INSTRUCTIONS FOR THE TASK: Nothing in the entries may be altered; copy them in full.

DATA TO USE:
....................

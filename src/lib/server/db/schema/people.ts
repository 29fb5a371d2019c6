import { sql } from 'drizzle-orm';
import { check, foreignKey, index, pgPolicy, pgTable, primaryKey, text, uniqueIndex, uuid } from 'drizzle-orm/pg-core';
import { ROLES } from '@/lib/policy';
import { id, instant, oneOf, workshopId } from './columns';

/** A tenant. Visible from inside, and to a signed-in person who belongs to it. */
export const workshop = pgTable(
  'workshop',
  {
    id: id().primaryKey(),
    name: text('name').notNull(),
    /** IANA time zone in which the workshop's pages show times. */
    zone: text('zone').notNull().default('UTC'),
    createdAt: instant('created_at').notNull().defaultNow(),
  },
  () => [
    check('workshop_name_length', sql`char_length(name) between 1 and 80`),
    pgPolicy('workshop_itself', {
      for: 'all',
      using: sql`id = nineover_workshop()`,
      withCheck: sql`id = nineover_workshop()`,
    }),
    pgPolicy('workshop_of_member', {
      for: 'select',
      using: sql`exists (select 1 from membership m where m.workshop_id = id and m.person_id = nineover_person() and m.ended_at is null)`,
    }),
  ],
);

/** Somebody with a name. May belong to several workshops; the password lies elsewhere. */
export const person = pgTable(
  'person',
  {
    id: id().primaryKey(),
    email: text('email').notNull(),
    name: text('name').notNull(),
    createdAt: instant('created_at').notNull().defaultNow(),
  },
  (t) => [
    uniqueIndex('person_email').on(t.email),
    check('person_email_lower', sql`email = lower(email) and char_length(email) between 3 and 254`),
    check('person_name_length', sql`char_length(name) between 1 and 80`),
    pgPolicy('person_themself', {
      for: 'all',
      using: sql`id = nineover_person()`,
      withCheck: sql`id = nineover_person()`,
    }),
    pgPolicy('person_by_email', { for: 'select', using: sql`email = nineover_email()` }),
    pgPolicy('person_of_workshop', {
      for: 'select',
      using: sql`exists (select 1 from membership m where m.person_id = id and m.workshop_id = nineover_workshop())`,
    }),
  ],
);

/** A password's hash, apart from the person, so that no query about people can bring it along. */
export const credential = pgTable(
  'credential',
  {
    personId: uuid('person_id')
      .primaryKey()
      .references(() => person.id, { onDelete: 'cascade' }),
    passwordHash: text('password_hash').notNull(),
    changedAt: instant('changed_at').notNull().defaultNow(),
  },
  () => [
    pgPolicy('credential_of_person', {
      for: 'all',
      using: sql`person_id = nineover_person()`,
      withCheck: sql`person_id = nineover_person()`,
    }),
  ],
);

/** Membership is ended, never deleted: a removed person's runs keep their name. */
export const membership = pgTable(
  'membership',
  {
    workshopId: workshopId().references(() => workshop.id, { onDelete: 'cascade' }),
    personId: uuid('person_id')
      .notNull()
      .references(() => person.id, { onDelete: 'restrict' }),
    role: text('role', { enum: ROLES }).notNull(),
    createdAt: instant('created_at').notNull().defaultNow(),
    endedAt: instant('ended_at'),
  },
  (t) => [
    primaryKey({ columns: [t.workshopId, t.personId] }),
    index('membership_by_person').on(t.personId),
    oneOf('membership_role', 'role', ROLES),
    pgPolicy('membership_of_workshop', {
      for: 'all',
      using: sql`workshop_id = nineover_workshop()`,
      withCheck: sql`workshop_id = nineover_workshop()`,
    }),
    pgPolicy('membership_of_person', { for: 'select', using: sql`person_id = nineover_person()` }),
  ],
);

/** A one-time link. Only its hash is kept; whoever holds the token sees this row and no other. */
export const invitation = pgTable(
  'invitation',
  {
    workshopId: workshopId().references(() => workshop.id, { onDelete: 'cascade' }),
    id: id(),
    email: text('email').notNull(),
    name: text('name').notNull(),
    role: text('role', { enum: ROLES }).notNull(),
    tokenHash: text('token_hash').notNull(),
    createdBy: uuid('created_by').notNull(),
    createdAt: instant('created_at').notNull().defaultNow(),
    expiresAt: instant('expires_at').notNull(),
    acceptedAt: instant('accepted_at'),
    revokedAt: instant('revoked_at'),
  },
  (t) => [
    primaryKey({ columns: [t.workshopId, t.id] }),
    uniqueIndex('invitation_token').on(t.tokenHash),
    uniqueIndex('invitation_open').on(t.workshopId, t.email).where(sql`accepted_at is null and revoked_at is null`),
    foreignKey({
      columns: [t.workshopId, t.createdBy],
      foreignColumns: [membership.workshopId, membership.personId],
    }).onDelete('restrict'),
    oneOf('invitation_role', 'role', ROLES),
    check('invitation_email_lower', sql`email = lower(email)`),
    pgPolicy('invitation_of_workshop', {
      for: 'all',
      using: sql`workshop_id = nineover_workshop()`,
      withCheck: sql`workshop_id = nineover_workshop()`,
    }),
    pgPolicy('invitation_of_holder', { for: 'select', using: sql`token_hash = nineover_invitation()` }),
  ],
);

/** One row behind each signed-in browser: taking it away signs that browser out at its next request. */
export const session = pgTable(
  'session',
  {
    id: id().primaryKey(),
    personId: uuid('person_id')
      .notNull()
      .references(() => person.id, { onDelete: 'cascade' }),
    /** The workshop this browser stands in; null when the person belongs to none any more. */
    workshopId: uuid('workshop_id').references(() => workshop.id, { onDelete: 'set null' }),
    createdAt: instant('created_at').notNull().defaultNow(),
    seenAt: instant('seen_at').notNull().defaultNow(),
    expiresAt: instant('expires_at').notNull(),
    address: text('address'),
    agent: text('agent'),
  },
  (t) => [
    index('session_by_person').on(t.personId),
    pgPolicy('session_by_id', {
      for: 'all',
      using: sql`id = nineover_session()`,
      withCheck: sql`id = nineover_session()`,
    }),
    pgPolicy('session_of_person', {
      for: 'all',
      using: sql`person_id = nineover_person()`,
      withCheck: sql`person_id = nineover_person()`,
    }),
  ],
);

....................

RESULT OF THIS EXERCISE:
filename src/lib/server/db/schema/people.ts
repository 29fb5a371d2019c6
import { sql } from 'drizzle-orm';
import { check, foreignKey, index, pgPolicy, pgTable, primaryKey, text, uniqueIndex, uuid } from 'drizzle-orm/pg-core';
import { ROLES } from '@/lib/policy';
import { id, instant, oneOf, workshopId } from './columns';

/** A tenant. Visible from inside, and to a signed-in person who belongs to it. */
export const workshop = pgTable(
  'workshop',
  {
    id: id().primaryKey(),
    name: text('name').notNull(),
    /** IANA time zone in which the workshop's pages show times. */
    zone: text('zone').notNull().default('UTC'),
    createdAt: instant('created_at').notNull().defaultNow(),
  },
  () => [
    check('workshop_name_length', sql`char_length(name) between 1 and 80`),
    pgPolicy('workshop_itself', {
      for: 'all',
      using: sql`id = nineover_workshop()`,
      withCheck: sql`id = nineover_workshop()`,
    }),
    pgPolicy('workshop_of_member', {
      for: 'select',
      using: sql`exists (select 1 from membership m where m.workshop_id = id and m.person_id = nineover_person() and m.ended_at is null)`,
    }),
  ],
);

/** Somebody with a name. May belong to several workshops; the password lies elsewhere. */
export const person = pgTable(
  'person',
  {
    id: id().primaryKey(),
    email: text('email').notNull(),
    name: text('name').notNull(),
    createdAt: instant('created_at').notNull().defaultNow(),
  },
  (t) => [
    uniqueIndex('person_email').on(t.email),
    check('person_email_lower', sql`email = lower(email) and char_length(email) between 3 and 254`),
    check('person_name_length', sql`char_length(name) between 1 and 80`),
    pgPolicy('person_themself', {
      for: 'all',
      using: sql`id = nineover_person()`,
      withCheck: sql`id = nineover_person()`,
    }),
    pgPolicy('person_by_email', { for: 'select', using: sql`email = nineover_email()` }),
    pgPolicy('person_of_workshop', {
      for: 'select',
      using: sql`exists (select 1 from membership m where m.person_id = id and m.workshop_id = nineover_workshop())`,
    }),
  ],
);

/** A password's hash, apart from the person, so that no query about people can bring it along. */
export const credential = pgTable(
  'credential',
  {
    personId: uuid('person_id')
      .primaryKey()
      .references(() => person.id, { onDelete: 'cascade' }),
    passwordHash: text('password_hash').notNull(),
    changedAt: instant('changed_at').notNull().defaultNow(),
  },
  () => [
    pgPolicy('credential_of_person', {
      for: 'all',
      using: sql`person_id = nineover_person()`,
      withCheck: sql`person_id = nineover_person()`,
    }),
  ],
);

/** Membership is ended, never deleted: a removed person's runs keep their name. */
export const membership = pgTable(
  'membership',
  {
    workshopId: workshopId().references(() => workshop.id, { onDelete: 'cascade' }),
    personId: uuid('person_id')
      .notNull()
      .references(() => person.id, { onDelete: 'restrict' }),
    role: text('role', { enum: ROLES }).notNull(),
    createdAt: instant('created_at').notNull().defaultNow(),
    endedAt: instant('ended_at'),
  },
  (t) => [
    primaryKey({ columns: [t.workshopId, t.personId] }),
    index('membership_by_person').on(t.personId),
    oneOf('membership_role', 'role', ROLES),
    pgPolicy('membership_of_workshop', {
      for: 'all',
      using: sql`workshop_id = nineover_workshop()`,
      withCheck: sql`workshop_id = nineover_workshop()`,
    }),
    pgPolicy('membership_of_person', { for: 'select', using: sql`person_id = nineover_person()` }),
  ],
);

/** A one-time link. Only its hash is kept; whoever holds the token sees this row and no other. */
export const invitation = pgTable(
  'invitation',
  {
    workshopId: workshopId().references(() => workshop.id, { onDelete: 'cascade' }),
    id: id(),
    email: text('email').notNull(),
    name: text('name').notNull(),
    role: text('role', { enum: ROLES }).notNull(),
    tokenHash: text('token_hash').notNull(),
    createdBy: uuid('created_by').notNull(),
    createdAt: instant('created_at').notNull().defaultNow(),
    expiresAt: instant('expires_at').notNull(),
    acceptedAt: instant('accepted_at'),
    revokedAt: instant('revoked_at'),
  },
  (t) => [
    primaryKey({ columns: [t.workshopId, t.id] }),
    uniqueIndex('invitation_token').on(t.tokenHash),
    uniqueIndex('invitation_open').on(t.workshopId, t.email).where(sql`accepted_at is null and revoked_at is null`),
    foreignKey({
      columns: [t.workshopId, t.createdBy],
      foreignColumns: [membership.workshopId, membership.personId],
    }).onDelete('restrict'),
    oneOf('invitation_role', 'role', ROLES),
    check('invitation_email_lower', sql`email = lower(email)`),
    pgPolicy('invitation_of_workshop', {
      for: 'all',
      using: sql`workshop_id = nineover_workshop()`,
      withCheck: sql`workshop_id = nineover_workshop()`,
    }),
    pgPolicy('invitation_of_holder', { for: 'select', using: sql`token_hash = nineover_invitation()` }),
  ],
);

/** One row behind each signed-in browser: taking it away signs that browser out at its next request. */
export const session = pgTable(
  'session',
  {
    id: id().primaryKey(),
    personId: uuid('person_id')
      .notNull()
      .references(() => person.id, { onDelete: 'cascade' }),
    /** The workshop this browser stands in; null when the person belongs to none any more. */
    workshopId: uuid('workshop_id').references(() => workshop.id, { onDelete: 'set null' }),
    createdAt: instant('created_at').notNull().defaultNow(),
    seenAt: instant('seen_at').notNull().defaultNow(),
    expiresAt: instant('expires_at').notNull(),
    address: text('address'),
    agent: text('agent'),
  },
  (t) => [
    index('session_by_person').on(t.personId),
    pgPolicy('session_by_id', {
      for: 'all',
      using: sql`id = nineover_session()`,
      withCheck: sql`id = nineover_session()`,
    }),
    pgPolicy('session_of_person', {
      for: 'all',
      using: sql`person_id = nineover_person()`,
      withCheck: sql`person_id = nineover_person()`,
    }),
  ],
);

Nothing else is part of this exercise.